Facebook smashed it.

The social-network giant beat expectations when it reported its first-quarter earnings on Wednesday, sending stock soaring in after-hours trading by 8% to an all-time high. The growth comes off the back of the company’s strong mobile business.

CEO Mark Zuckerberg is also proposing a new share structure that will allow him to give away the majority of his fortune to charity while retaining voting control of the company.

Analysts are responding uniformly positive to the news, raising their price targets for the company as they reiterate overweight/buy ratings across the board.

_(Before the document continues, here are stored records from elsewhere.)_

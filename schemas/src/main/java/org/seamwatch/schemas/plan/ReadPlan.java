package org.seamwatch.schemas.plan;

import java.util.Collections;
import java.util.List;
import java.util.SortedSet;
import java.util.TreeSet;

/**
 * A plan, with what only its reader knows.
 *
 * @param plan the plan
 * @param given paths of the keys that the file gives, such as {@code series[0].closeAfter}; all others are defaults
 * @param warnings what is odd but not wrong, one line each
 */
public record ReadPlan(Plan plan, SortedSet<String> given, List<String> warnings) {

    public ReadPlan {
        given = Collections.unmodifiableSortedSet(new TreeSet<>(given));
        warnings = List.copyOf(warnings);
    }
}
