"""Local density and pressure from a momentum measure, against polylogarithms and limits."""

import math

import mpmath
import numpy as np
import pytest
from hypothesis import given, settings
from hypothesis import strategies as st

from eoscore.constants import K_B
from eoscore.errors import NoAnswerError
from eoscore.gas.local import local_density, local_pressure
from eoscore.measure.powers import Powers

KT = 2e-30  # J
T = KT / K_B


def unit_power(k):
    """Omega(v) = v^k / Gamma(k + 1) in units of kT: then N is a polylogarithm of order k, P/kT of order k + 1."""
    return Powers([(1 / (math.gamma(k + 1) * KT**k), k)])


def polylog(order, eta, statistics):
    if statistics == "classical":
        return math.exp(eta)
    sign = 1 if statistics == "bose" else -1
    return float((sign * mpmath.polylog(order, sign * mpmath.exp(eta))).real)


@pytest.mark.parametrize(
    ("statistics", "eta"),
    [
        ("bose", -1e-6),
        ("bose", -0.3),
        ("bose", -40.0),
        ("fermi", -3.0),
        ("fermi", 0.5),
        ("fermi", 60.0),
        ("classical", -2.0),
    ],
)
@pytest.mark.parametrize("cut", [math.inf, 300 * KT], ids=["closed", "nodes"])
@pytest.mark.parametrize("k", [0.5, 1.5, 3.0])
def test_powers_give_polylogarithms(statistics, eta, k, cut):
    measure, mu = unit_power(k).cut(cut), eta * KT
    assert local_density(measure, mu, T, statistics) == pytest.approx(
        polylog(k, eta, statistics), rel=1e-11, abs=0
    )
    wanted = polylog(k + 1, eta, statistics)
    assert local_pressure(measure, mu, T, statistics) / KT == pytest.approx(wanted, rel=1e-11, abs=0)


@pytest.mark.parametrize("cut", [math.inf, 300 * KT])
@pytest.mark.parametrize("k", [1.4, 1.5, 2.0, 4.0])
def test_saturated_bosons_give_zeta(k, cut):
    """At mu = 0 the sum is zeta(k), the share of the lowest energies included (DLMF 25.5.1)."""
    came = local_density(unit_power(k).cut(cut), 0.0, T, "bose")
    assert came == pytest.approx(float(mpmath.zeta(k)), rel=1e-11, abs=0)


@pytest.mark.parametrize("k", [0.5, 1.0])
def test_bosons_without_a_finite_density_at_mu_zero(k):
    assert local_density(unit_power(k), np.array([0.0, -KT]), T, "bose")[0] == math.inf


def test_a_full_band_of_fermions_holds_its_states():
    """Far above the top of a band every state is taken, and P rises as mu times their number."""
    band = unit_power(1.5).cut(3 * KT)
    states = float(band.volume(3 * KT))
    mu = np.array([80.0, 81.0]) * KT
    assert local_density(band, mu, T, "fermi") == pytest.approx(states, rel=1e-10, abs=0)
    assert np.diff(local_pressure(band, mu, T, "fermi")) / KT == pytest.approx(states, rel=1e-10, abs=0)


@settings(deadline=None)
@given(
    st.sampled_from(["bose", "fermi", "classical"]),
    st.floats(0.6, 4),
    st.floats(-8, -0.05),
    st.floats(1.01, 2),
)
def test_pressure_rises_with_mu_and_temperature(statistics, k, eta, factor):
    measure, mu = unit_power(k), eta * KT
    base = local_pressure(measure, mu, T, statistics)
    assert local_pressure(measure, mu / factor, T, statistics) > base
    assert local_pressure(measure, mu, factor * T, statistics) > base


def test_bosons_above_the_bottom_are_refused_in_words():
    with pytest.raises(NoAnswerError, match="mu came above the least energy"):
        local_density(unit_power(1.5), KT, T, "bose")
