"""Writes reference.npz: 2,000 values of the Bose and Fermi functions by python-flint, each correctly rounded.

Run it by hand (`python tests/gas/make_reference.py`) when the ranges change; the tests need no flint to read the file.
"""

import math
from pathlib import Path

import numpy as np
from flint import acb, arb, ctx

FILE = Path(__file__).with_name("reference.npz")


def exact(kind: str, s: float, x: float) -> float:
    """Li_s(e^-x) for "bose", -Li_s(-e^x) for "fermi", with digits to spare even close to whole orders."""
    ctx.prec = 400 + int(2 * min(abs(x), 2000))
    sign = 1 if kind == "bose" else -1
    value = sign * (sign * acb(-sign * arb(x)).exp()).polylog(acb(s)).real
    assert value.rel_accuracy_bits() > 80, (kind, s, x)
    return float(value.mid())


def random_order(rng: np.random.Generator) -> float:
    """A common order, any order, or one close to a whole number."""
    whole = rng.integers(-6, 30)
    near = whole + rng.choice([-1, 1]) * 10 ** rng.uniform(-15, -1)
    return float(np.clip(rng.choice([rng.integers(-12, 61) / 2, rng.uniform(-6, 30), near]), -6, 30))


def random_argument(kind: str, s: float, rng: np.random.Generator) -> float:
    """Everywhere, on both scales, and crowded at the seams."""
    if kind == "bose":
        seam = min(max(0.5, 1 - s), 2.0)
        return float(
            rng.choice([10 ** rng.uniform(-15, 2.8), rng.uniform(0, 8), seam + rng.uniform(-1, 1) * 1e-3])
        )
    seam = rng.choice([-4.5, -1.75, -0.5, 0.0, 2.0, 4.5, 9.0, 17.0, 32.0])
    wide = rng.choice([-1, 1]) * 10 ** rng.uniform(-12, 2.8)
    return float(rng.choice([rng.uniform(-10, 50), wide, seam + rng.uniform(-1, 1) * 1e-3]))


def points(seed: int) -> list[tuple[str, float, float]]:
    """1,000 for either function; fewer orders of the Fermi function, whose tables take longer."""
    rng = np.random.default_rng(seed)
    found = []
    for kind, orders, each in (("bose", 40, 25), ("fermi", 20, 50)):
        for s in [random_order(rng) for _ in range(orders)]:
            found += [(kind, s, random_argument(kind, s, rng)) for _ in range(each)]
    return found


if __name__ == "__main__":
    rows = points(seed=20240607)
    values = [exact(*row) for row in rows]
    assert all(map(math.isfinite, values))
    np.savez_compressed(
        FILE,
        kind=np.array([row[0] == "fermi" for row in rows]),
        order=np.array([row[1] for row in rows]),
        argument=np.array([row[2] for row in rows]),
        value=np.array(values),
    )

We’ve rounded up a selection of reactions from analysts — but first, here are the key numbers, via Business Insider’s Jillian D’Onfro:

  • Earnings per share: $0.77 versus $0.62 expected.
  • Revenue: $5.38 billion versus $5.25 billion expected, up 52% year-over-year. Ad revenue is up 57% year-over-year.
  • Monthly active users: 1.65 billion versus 1.62 billion expected.
  • Daily active users: 1.09 billion on average for March. This quarter, 66% of Facebook’s monthly active users were daily active users, which is up from 65% during the same period last year.
  • Total costs and expenses were $3.37 billion, up 29% year-over-year, and capital expenditures were $1.13 billion.
  • Free cash flow for the first quarter of 2016 was $1.85 billion.
  • Facebook has 13,600 employees, up 35% from the same time last year.
  • Most of Facebook’s revenue comes from North America and Europe, with only about 24% ($1.3 billion) coming from Asia-Pacific and the rest of the world. But those areas account for 66% of its monthly active users. The average revenue per user in those regions is still tiny, compared to in the US: $1.56 and $0.91, respectively, versus $12.43 and $3.98 in the US and Europe.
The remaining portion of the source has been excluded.